De
Portugal para S. Tomé e Príncipe por ordem d’el-rei João II em 1493
«(…) A história de uma família
que se confunde com a história de um povo. Estarão vocês, Javier e Raquel, a
escrever os últimos capítulos da história da vossa família? Sim, da vossa
família, porque a do vosso povo continuará! Javier, tal como eu, recusa a ideia
de este ser o último capítulo. Tens que ser forte para sobreviveres contra
todas as probabilidades e dar continuidade a tudo, para que a luta da nossa
família não tenha sido em vão. A sobrevivência não se esgota no pulsar do teu
coração; passa por enraizar e dar continuidade a tudo; passa por acreditar; por
seres forte e vencer. Eu, tal como os primeiros, sou uma vencedora porque
alimentei e segui a minha fé. Não tenho a lucidez suficiente para procurar as
melhores palavras. Vais receber algo deturpado mas cabe-te a ti, um dia,
interpretar, descobrir o resto e dar continuidade. As palavras da nossa avó
compõem o trecho cuja melodia escuto todos os dias, não pela minha deliberação,
mas sim pela rudeza da tatuagem que ficou gravada na minha mente. Isso faz com
que tudo pareça ter sido contado ontem...»
Abraça Raquel, Javier. Tudo
aquilo que estivemos a ver ainda hoje, Javier, e que rapidamente está a
transformar-se em cinza, é o que a nossa avó relata na história. É a mesma
gruta que a nossa bisavó percorreu que nós também percorremos. Já, não resta
nada para além daquilo que estamos a ver. O que é mais doloroso são os corpos
dos nossos pais e da nossa avó carbonizados aqui bem perto e diante dos nossos
olhos. O fumo desaparece no ar, o cheiro é acre e desagradável, mas nada
podemos fazer. Não nos podemos denunciar para não seguires o mesmo caminho. É
por ti, porque eu já iniciei a marcha; já entrei no caminho sem retorno; desde
que não me deixes sozinha sentir-me-ei bem, mas tu, por favor, não te
denuncies. Restamos nós, mas eu pouco mais estou a fazer do que tentar, sem
sucesso, esticar o tempo. Neste momento sou o espólio de várias bibliotecas que
ainda ardem. Espero que tenhas aproveitado tudo que esteve ao teu alcance e...

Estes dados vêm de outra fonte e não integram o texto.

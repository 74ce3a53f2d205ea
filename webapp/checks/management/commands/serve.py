"""Start the site, one real Celery worker process and the sweeper; Ctrl-C (or SIGTERM, or a closed terminal's
SIGHUP) stops them all, and a worker whose serve was killed outright stops by itself (webapp.checks.parent_watch).

The worker runs PHASEWRIGHT_SERVE_CHECKS_AT_ONCE checks at once (one pool process each, default one per
core up to two), so a large part does not hold up the small ones behind it; each pool process has its own
memory bound (PHASEWRIGHT_CHECK_MEMORY_MIB). The worker is restarted when it dies, and the sweeper requeues
the checks it held, so a check whose worker died still finishes under `make run`.
"""

import os
import signal
import subprocess
import sys
import threading
import time

from django.conf import settings
from django.core.management import call_command
from django.core.management.base import BaseCommand

from webapp.checks.parent_watch import PARENT_ENV
from webapp.checks.sweeper import sweep_every

WORKER_POLL_S = 1.0
WORKER_MIN_UPTIME_S = 5.0
WORKER_RETRY_S = 10.0


class Command(BaseCommand):
    help = "Run the development site, a worker process and the sweeper together."

    def add_arguments(self, parser):
        parser.add_argument("--port", default=os.environ.get("PORT", "8000"))

    def handle(self, *args, port, **options):
        stop = threading.Event()
        # SIGTERM and SIGHUP would end this process without its clean-up: the worker, in a session of its own,
        # would live on and take the next serve's checks with the old code. As SystemExit they unwind to it.
        if threading.current_thread() is threading.main_thread():  # (handlers can only be set there)
            for sig in (signal.SIGTERM, signal.SIGHUP):
                signal.signal(sig, _exit_on)
        self.worker = self._start_worker()
        broker = settings.CELERY_BROKER_URL.split("://")[0]
        self.stdout.write(f"worker started (pid {self.worker.pid}, broker: {broker}, "
                          f"{settings.PHASEWRIGHT_SERVE_CHECKS_AT_ONCE} checks at once); site on http://127.0.0.1:{port}/")
        threads = [threading.Thread(target=self._keep_worker, args=(stop,), daemon=True),
                   threading.Thread(target=sweep_every, args=(settings.PHASEWRIGHT_SWEEP_EVERY_S, stop, self._swept),
                                    daemon=True)]
        for thread in threads:
            thread.start()
        try:
            call_command("runserver", f"127.0.0.1:{port}", use_reloader=False)
        finally:
            stop.set()
            for thread in threads:
                thread.join(timeout=5)
            self._stop(self.worker)

    def _start_worker(self) -> subprocess.Popen:
        # Its own process group: stopping it (or it dying) never takes the site with it.
        return subprocess.Popen([sys.executable, "-m", "celery", "-A", "webapp", "worker", "--loglevel", "INFO",
                                 "--concurrency", str(settings.PHASEWRIGHT_SERVE_CHECKS_AT_ONCE),
                                 "--hostname", "phasewright-dev@%h"], start_new_session=True,
                                env={**os.environ, PARENT_ENV: str(os.getpid())})

    def _keep_worker(self, stop: threading.Event) -> None:
        """Start a new worker whenever the running one exits without being asked to."""
        started = time.monotonic()
        while not stop.wait(WORKER_POLL_S):
            code = self.worker.poll()
            if code is None or stop.is_set():
                continue
            if code > 0 and time.monotonic() - started < WORKER_MIN_UPTIME_S:
                # A worker that cannot even start (bad setting, broken install) exits with an error code at once:
                # no tight loop. One killed by a signal (negative code) is replaced at once.
                self.stdout.write(f"worker exited ({code}) within {WORKER_MIN_UPTIME_S:.0f} s of starting; "
                                  f"trying again in {WORKER_RETRY_S:.0f} s (see its log above)")
                if stop.wait(WORKER_RETRY_S):
                    return
            self.worker = self._start_worker()
            started = time.monotonic()
            self.stdout.write(f"worker exited ({code}); started another (pid {self.worker.pid})")

    def _swept(self, requeued: int, failed: int) -> None:
        self.stdout.write(f"sweeper: requeued {requeued} checks whose worker went silent, failed {failed}")

    def _stop(self, worker: subprocess.Popen) -> None:
        """Ask the worker for a warm shutdown, then make sure it and its pool are gone."""
        if worker.poll() is None:
            worker.send_signal(signal.SIGTERM)
            deadline = time.monotonic() + 20
            while worker.poll() is None and time.monotonic() < deadline:
                time.sleep(0.2)
        try:
            os.killpg(worker.pid, signal.SIGKILL)
        except ProcessLookupError:
            pass
        worker.wait()
        self.stdout.write("site, worker and sweeper stopped")


def _exit_on(signum, _frame) -> None:
    raise SystemExit(128 + signum)
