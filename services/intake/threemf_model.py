"""Read a 3MF model document in one streaming pass, counting and capping before anything is expanded.

A 3MF object is a mesh or a list of components (other objects, each with a transform); build items
place objects. A few kilobytes of components can ask for millions of triangles, or loop forever, so
the reader first records every object unexpanded, then refuses missing references, cycles, deep
nesting and too many triangles from the counts alone, and only then expands: once per distinct
(parent, child) edge, with numpy, so the time grows with what is produced and nothing else.
Transforms follow the 3MF core specification (from memory): a point is a row vector, p' = [p 1] M,
with M's last column 0 0 0 1 left out of the attribute.
"""

from __future__ import annotations

from array import array
from dataclasses import dataclass

import numpy as np
from lxml import etree

from services.errors import UnusableInput


# The same lxml options trimesh uses for 3MF: no entities, no DTD, no network, no huge trees.
XML_OPTIONS = {"resolve_entities": False, "no_network": True, "load_dtd": False, "huge_tree": False}
# One sentence wherever the parser gives up: which read meets the depth limit first (the unit probe or the
# model reader) depends on the libxml2 build's buffering, and the user needs the same answer either way.
MALFORMED_XML = ("the 3MF model is not well-formed XML (or nests deeper than an XML parser allows); export the part "
                 "again.")
_PATH_ATTR = "{http://schemas.microsoft.com/3dmanufacturing/production/2015/06}path"


@dataclass(frozen=True, slots=True)
class ComponentLimits:
    """Caps on a 3MF's component graph, checked before any component is expanded."""

    max_components: int = 100_000
    max_depth: int = 16
    max_instances: int = 1_000_000
    max_triangles: int = 5_000_000


@dataclass(frozen=True, slots=True)
class _Object:
    """One 3MF object as read: slices of the reader's vertex, triangle and component arrays."""

    vertex_start: int
    vertex_end: int
    triangle_start: int
    triangle_end: int
    component_start: int
    component_end: int


def _refuse(code: str, name: str, text: str) -> UnusableInput:
    return UnusableInput(code, f"{name}: {text}")


_IDENTITY = (1.0, 0.0, 0.0, 0.0, 1.0, 0.0, 0.0, 0.0, 1.0, 0.0, 0.0, 0.0)


def _transform(text: str | None, *, name: str) -> tuple[float, ...]:
    """Return the twelve numbers of a 3MF transform attribute, m00 m01 m02 ... m30 m31 m32."""
    if text is None:
        return _IDENTITY
    values = text.split()
    try:
        if len(values) == 12:
            return tuple(float(v) for v in values)
    except ValueError:
        pass
    raise _refuse("xml_malformed", name, f"the 3MF transform '{text[:60]}' is not twelve numbers; export the "
                  "part again.")


def _homogeneous(flat: np.ndarray) -> np.ndarray:
    """Return (k, 4, 4) matrices from (k * 12,) transform numbers: rows m0 m1 m2 m3, last column 0 0 0 1."""
    k = len(flat) // 12
    out = np.zeros((k, 4, 4))
    out[:, :, :3] = flat.reshape(k, 4, 3)
    out[:, 3, 3] = 1.0
    return out


class _Reader:
    """The streaming pass: vertices, triangles and components into flat arrays, objects and items unexpanded."""

    def __init__(self, *, name: str, limits: ComponentLimits) -> None:
        self.name, self.limits = name, limits
        self.vertices, self.triangles, self.transforms = array("d"), array("q"), array("d")
        self.children: list[str] = []
        self.objects: dict[str, _Object] = {}
        self.items: list[tuple[str, tuple[float, ...]]] = []
        self.marks = (0, 0, 0)

    def vertex(self, el) -> None:
        self.vertices.extend((float(el.get("x")), float(el.get("y")), float(el.get("z"))))

    def triangle(self, el) -> None:
        self.triangles.extend((int(el.get("v1")), int(el.get("v2")), int(el.get("v3"))))
        # A safety net while streaming; the exact count of what the build uses is refused after the pass.
        if len(self.triangles) > 6 * self.limits.max_triangles:
            raise _refuse("too_many_triangles", self.name, f"the 3MF model holds more than "
                          f"{2 * self.limits.max_triangles:,} triangles, more than the {self.limits.max_triangles:,} "
                          "allowed; export it with a coarser tessellation.")

    def component(self, el) -> None:
        if len(self.children) >= self.limits.max_components:
            raise _refuse("3mf_too_many_components", self.name, f"the 3MF model holds more than "
                          f"{self.limits.max_components:,} components, the most allowed; merge repeated parts into "
                          "one mesh before exporting.")
        path = el.get(_PATH_ATTR)
        if path and path.lstrip("/").lower() != "3d/3dmodel.model":
            raise _refuse("3mf_external_part", self.name, f"a 3MF component refers to another model part "
                          f"('{path[:60]}'), which we do not read; export the assembly as one model.")
        self.children.append(el.get("objectid", ""))
        self.transforms.extend(_transform(el.get("transform"), name=self.name))

    def object(self, el) -> None:
        object_id = el.get("id", "")
        if object_id in self.objects:
            raise _refuse("xml_malformed", self.name, f"the 3MF model defines object {object_id[:20]!r} twice; "
                          "export the part again.")
        ends = (len(self.vertices) // 3, len(self.triangles) // 3, len(self.children))
        (v0, t0, c0), (v1, t1, c1) = self.marks, ends
        self.objects[object_id] = _Object(v0, v1, t0, t1, c0, c1)
        self.marks = ends

    def item(self, el) -> None:
        self.items.append((el.get("objectid", ""), _transform(el.get("transform"), name=self.name)))

    def children_of(self, key: str) -> list[str]:
        obj = self.objects[key]
        return self.children[obj.component_start:obj.component_end]


def read_model(stream, *, name: str, limits: ComponentLimits = ComponentLimits()) -> tuple[np.ndarray, np.ndarray]:
    """Return the vertices (n, 3) float64 and faces (m, 3) int64 of every build item, expanded."""
    reader = _Reader(name=name, limits=limits)
    handlers = {"vertex": reader.vertex, "triangle": reader.triangle, "component": reader.component,
                "object": reader.object, "item": reader.item}
    try:
        for _, el in etree.iterparse(stream, events=("end",), **XML_OPTIONS):
            handler = handlers.get(el.tag.rpartition("}")[2]) if isinstance(el.tag, str) else None
            if handler is not None:
                handler(el)
                el.clear()
                while el.getprevious() is not None:  # drop read siblings: memory stays flat
                    del el.getparent()[0]
    except etree.XMLSyntaxError as exc:
        raise _refuse("xml_malformed", name, MALFORMED_XML) from exc
    except (TypeError, ValueError) as exc:
        raise _refuse("xml_malformed", name, "a 3MF vertex or triangle lacks a number where one belongs; export "
                      "the part again.") from exc
    return _expand(reader, name=name, limits=limits)


def _graph_order(reader: _Reader, *, name: str) -> list[str]:
    """Return the objects the build reaches, parents before children; refuse missing ones and cycles."""
    objects, order, state = reader.objects, [], {}
    for root, _ in reader.items:
        if root not in objects:
            raise _refuse("3mf_missing_object", name, f"a 3MF build item refers to object {root[:20]!r}, which the "
                          "model does not define; export the part again.")
        if root in state:
            continue  # a second build item of the same object: its graph is already ordered
        stack = [(root, iter(reader.children_of(root)))]
        state[root] = "open"
        while stack:
            node, children = stack[-1]
            child = next(children, None)
            if child is None:
                state[node] = "done"
                order.append(node)
                stack.pop()
            elif child not in objects:
                raise _refuse("3mf_missing_object", name, f"3MF object {node[:20]!r} uses object {child[:20]!r} "
                              "as a component, which the model does not define; export the part again.")
            elif state.get(child) == "open":
                raise _refuse("3mf_component_cycle", name, f"3MF object {child[:20]!r} contains itself through "
                              "its components (a cycle), so it has no finite shape; export the part again.")
            elif child not in state:
                state[child] = "open"
                stack.append((child, iter(reader.children_of(child))))
    return order[::-1]


def _counts(reader: _Reader, order: list[str], *, name: str, limits: ComponentLimits) -> None:
    """Refuse, from counts alone, a graph too deep or that would expand to too many instances or triangles."""
    depth, instances, triangles = {}, {}, {}
    for key in reversed(order):  # children first
        obj, children = reader.objects[key], reader.children_of(key)
        depth[key] = 1 + max((depth[c] for c in children), default=-1)
        instances[key] = 1 + sum(instances[c] for c in children)
        triangles[key] = obj.triangle_end - obj.triangle_start + sum(triangles[c] for c in children)
    deepest = max((depth[k] for k, _ in reader.items), default=0)
    if deepest > limits.max_depth:
        raise _refuse("3mf_too_deep", name, f"the 3MF components nest {deepest:,} levels deep, more than the "
                      f"{limits.max_depth} allowed; flatten the assembly before exporting.")
    total = sum(triangles[k] for k, _ in reader.items)
    if total > limits.max_triangles:
        raise _refuse("too_many_triangles", name, f"the 3MF build would expand to {total:,} triangles, "
                      f"more than the {limits.max_triangles:,} allowed; export it with a coarser tessellation.")
    placed = sum(instances[k] for k, _ in reader.items)
    if placed > limits.max_instances:
        raise _refuse("3mf_too_many_components", name, f"the 3MF components would place {placed:,} objects, more "
                      f"than the {limits.max_instances:,} allowed; merge repeated parts into one mesh.")


def _placements(reader: _Reader, order: list[str]) -> dict[str, np.ndarray]:
    """Return every object's world transforms (k, 4, 4), pushed down the graph one parent at a time."""
    world: dict[str, list[np.ndarray]] = {}
    for key, numbers in reader.items:
        world.setdefault(key, []).append(_homogeneous(np.asarray(numbers)))
    all_children = np.asarray(reader.children)
    all_local = _homogeneous(np.frombuffer(reader.transforms, np.float64))
    placed = {}
    for key in order:
        mats = np.concatenate(world.pop(key))
        placed[key] = mats
        obj = reader.objects[key]
        if obj.component_end == obj.component_start:
            continue
        children = all_children[obj.component_start:obj.component_end]
        local = all_local[obj.component_start:obj.component_end]
        # The component's transform applies first: [p 1] C W, for every (parent placement, component) pair.
        composed = np.matmul(local[None], mats[:, None])
        # Group the components by child with one sort: a mask per child would be quadratic in their number.
        by_child = np.argsort(children, kind="stable")
        names, starts = np.unique(children[by_child], return_index=True)
        for child, group in zip(names, np.split(by_child, starts[1:])):
            world.setdefault(str(child), []).append(composed[:, group].reshape(-1, 4, 4))
    return placed


def _expand(reader: _Reader, *, name: str, limits: ComponentLimits) -> tuple[np.ndarray, np.ndarray]:
    """Return the triangle mesh of every placed object's own mesh, in world coordinates."""
    order = _graph_order(reader, name=name)
    _counts(reader, order, name=name, limits=limits)
    vertices = np.frombuffer(reader.vertices, np.float64).reshape(-1, 3)
    triangles = np.frombuffer(reader.triangles, np.int64).reshape(-1, 3)
    out_v, out_f, offset = [], [], 0
    for key, mats in _placements(reader, order).items():
        obj = reader.objects[key]
        v = vertices[obj.vertex_start:obj.vertex_end]
        f = triangles[obj.triangle_start:obj.triangle_end]
        if not len(f):
            continue
        if f.min() < 0 or f.max() >= len(v):
            raise _refuse("bad_faces", name, "some faces refer to vertices the file does not hold; export the "
                          "part again.")
        placed = np.einsum("nj,kji->kni", v, mats[:, :3, :3]) + mats[:, None, 3, :3]
        out_v.append(placed.reshape(-1, 3))
        out_f.append((f[None] + (offset + len(v) * np.arange(len(mats)))[:, None, None]).reshape(-1, 3))
        offset += len(v) * len(mats)
    if not out_f:
        return np.empty((0, 3)), np.empty((0, 3), np.int64)
    return np.concatenate(out_v), np.concatenate(out_f)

Tenho medo. Abraça-me forte e canta a mesma canção que eu cantava para ti todas
as noites. Sei que me abraças, mas não sinto o aperto dos teus braços. No
entanto, vejo a estrela da canção e sinto-me levitar... Estás entregue à tua
sorte, mano.
Num
remoinho de acontecimentos vi a estrutura daquilo que foi a minha casa desabar
e os destroços a caírem na nossa direcção. Abandonei o corpo da minha irmã numa
fuga aparatosa; dei uma valente topada, caí e rebolei, mas o instinto de
sobrevivência sobrepôs-se às dores. Estonteado agachei-me debaixo de uma
oliveira e guarneci as minhas costas. Permaneci aí com um olhar vazio em
direcção à fúria das chamas crepitantes laranjas e azuis, desenrolando-se em
direcção ao céu, e os meus olhos acompanhavam a sua dança como se procurasse a neshama
dos meus. Permaneci aí durante horas, a reconstituir o último instante da minha
família, a minha avó a dar ordens de retirada e o meu pai a precipitar-se para
a porta, O meu vazio ficou assim preenchido, até que tudo o que restava da
minha casa não era mais do que um frígido silêncio. A minha própria respiração
passou a ser um vendaval ruidoso capaz de me denunciar. Tornou-se insuportável
e sentia que aquele local era perigoso». In Orlando Piedade, Os Meninos Judeus
Desterrados, De Portugal para S. Tomé e Príncipe por
ordem d’el-rei João II em 1493, Edições Colibri, 2014, ISBN 978-989-689-450-4.